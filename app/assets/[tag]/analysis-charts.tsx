// The asset's analysis charts (client components) with a line on how to read each and a CSV download of its data.
import type { ReactNode } from "react";
import { CyclesChart } from "@/app/_components/cycles-chart";
import { DutyChart } from "@/app/_components/duty-chart";
import { FoulingChart } from "@/app/_components/fouling-chart";
import { UChart } from "@/app/_components/u-chart";
import type { AssetChartName, AssetChartsDisplay } from "@/lib/present/asset-charts";

export function csvHref(tag: string, chart: AssetChartName): string {
  return `/api/assets/${encodeURIComponent(tag)}/charts/${chart}.csv`;
}

export function ChartPanel({ id, title, tag, chart, note, axis, children }: { id: string; title: string; tag: string; chart: AssetChartName; note: ReactNode; axis: string; children: ReactNode }) {
  return (
    <section className="panel chart-panel" aria-labelledby={id}>
      <div className="chart-head">
        <h3 id={id}>{title}</h3>
        <a href={csvHref(tag, chart)} download>Download data (CSV)</a>
      </div>
      <p className="subtle">{note}</p>
      <p className="axis-caption">{axis}</p>
      {children}
    </section>
  );
}

export function AnalysisCharts({ tag, charts, timeZone }: { tag: string; charts: AssetChartsDisplay; timeZone: string }) {
  const { units } = charts;
  return (
    <div className="chart-stack">
      <ChartPanel id="chart-u" title="Observed U and clean-model U" tag={tag} chart="u" axis={`U, ${units.u}`} note="Each dot is one usable day; the line is what the clean exchanger would do at that day's flows. The gap is fouling.">
        {charts.u.length ? <UChart points={charts.u} cleaningsMs={charts.cleaningsMs} unit={units.u} timeZone={timeZone} /> : <p className="empty">No clean model, so no comparison.</p>}
      </ChartPanel>
      <ChartPanel id="chart-fouling" title="Fouling resistance, trend and prediction bands" tag={tag} chart="fouling" axis={`Rf, ${units.rf}`} note="Rf = 1/U observed − 1/U clean. The dark line is the fitted trend of the current cycle; the bands hold a new day's value with 80 % and 95 % probability. Green dashed lines are cleanings.">
        <FoulingChart data={{ ...charts.fouling, asOfMs: charts.asOfMs, cleaningsMs: charts.cleaningsMs, unit: units.rf, timeZone }} />
      </ChartPanel>
      <ChartPanel id="chart-duty" title="Duty at reference conditions" tag={tag} chart="duty" axis={`Duty, ${units.duty}`} note="What the exchanger would transfer at its reference inlets and flows with the fouling of each day, and along the forecast. Vertical lines mark when the forecast meets the threshold: P10 early, P50 central, P90 late.">
        {charts.duty.observed.length || charts.duty.band.length ? <DutyChart data={{ ...charts.duty, asOfMs: charts.asOfMs, unit: units.duty, timeZone }} /> : <p className="empty">No duty could be rated.</p>}
      </ChartPanel>
      <ChartPanel id="chart-cycles" title="Cleaning cycles side by side" tag={tag} chart="cycles" axis={`Rf, ${units.rf}`} note="Rf against days since each cycle started: a steeper line fouls faster. The current cycle is the thick line.">
        {charts.cycles.some((cycle) => cycle.points.length) ? <CyclesChart cycles={charts.cycles} unit={units.rf} timeZone={timeZone} /> : <p className="empty">No cycles with data.</p>}
      </ChartPanel>
    </div>
  );
}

- _Description of the task_:
Give the listing above again in full, with no word altered.

- _Solution_:
filename app/assets/[tag]/analysis-charts.tsx
// The asset's analysis charts (client components) with a line on how to read each and a CSV download of its data.
import type { ReactNode } from "react";
import { CyclesChart } from "@/app/_components/cycles-chart";
import { DutyChart } from "@/app/_components/duty-chart";
import { FoulingChart } from "@/app/_components/fouling-chart";
import { UChart } from "@/app/_components/u-chart";
import type { AssetChartName, AssetChartsDisplay } from "@/lib/present/asset-charts";

export function csvHref(tag: string, chart: AssetChartName): string {
  return `/api/assets/${encodeURIComponent(tag)}/charts/${chart}.csv`;
}

export function ChartPanel({ id, title, tag, chart, note, axis, children }: { id: string; title: string; tag: string; chart: AssetChartName; note: ReactNode; axis: string; children: ReactNode }) {
  return (
    <section className="panel chart-panel" aria-labelledby={id}>
      <div className="chart-head">
        <h3 id={id}>{title}</h3>
        <a href={csvHref(tag, chart)} download>Download data (CSV)</a>
      </div>
      <p className="subtle">{note}</p>
      <p className="axis-caption">{axis}</p>
      {children}
    </section>
  );
}

export function AnalysisCharts({ tag, charts, timeZone }: { tag: string; charts: AssetChartsDisplay; timeZone: string }) {
  const { units } = charts;
  return (
    <div className="chart-stack">
      <ChartPanel id="chart-u" title="Observed U and clean-model U" tag={tag} chart="u" axis={`U, ${units.u}`} note="Each dot is one usable day; the line is what the clean exchanger would do at that day's flows. The gap is fouling.">
        {charts.u.length ? <UChart points={charts.u} cleaningsMs={charts.cleaningsMs} unit={units.u} timeZone={timeZone} /> : <p className="empty">No clean model, so no comparison.</p>}
      </ChartPanel>
      <ChartPanel id="chart-fouling" title="Fouling resistance, trend and prediction bands" tag={tag} chart="fouling" axis={`Rf, ${units.rf}`} note="Rf = 1/U observed − 1/U clean. The dark line is the fitted trend of the current cycle; the bands hold a new day's value with 80 % and 95 % probability. Green dashed lines are cleanings.">
        <FoulingChart data={{ ...charts.fouling, asOfMs: charts.asOfMs, cleaningsMs: charts.cleaningsMs, unit: units.rf, timeZone }} />
      </ChartPanel>
      <ChartPanel id="chart-duty" title="Duty at reference conditions" tag={tag} chart="duty" axis={`Duty, ${units.duty}`} note="What the exchanger would transfer at its reference inlets and flows with the fouling of each day, and along the forecast. Vertical lines mark when the forecast meets the threshold: P10 early, P50 central, P90 late.">
        {charts.duty.observed.length || charts.duty.band.length ? <DutyChart data={{ ...charts.duty, asOfMs: charts.asOfMs, unit: units.duty, timeZone }} /> : <p className="empty">No duty could be rated.</p>}
      </ChartPanel>
      <ChartPanel id="chart-cycles" title="Cleaning cycles side by side" tag={tag} chart="cycles" axis={`Rf, ${units.rf}`} note="Rf against days since each cycle started: a steeper line fouls faster. The current cycle is the thick line.">
        {charts.cycles.some((cycle) => cycle.points.length) ? <CyclesChart cycles={charts.cycles} unit={units.rf} timeZone={timeZone} /> : <p className="empty">No cycles with data.</p>}
      </ChartPanel>
    </div>
  );
}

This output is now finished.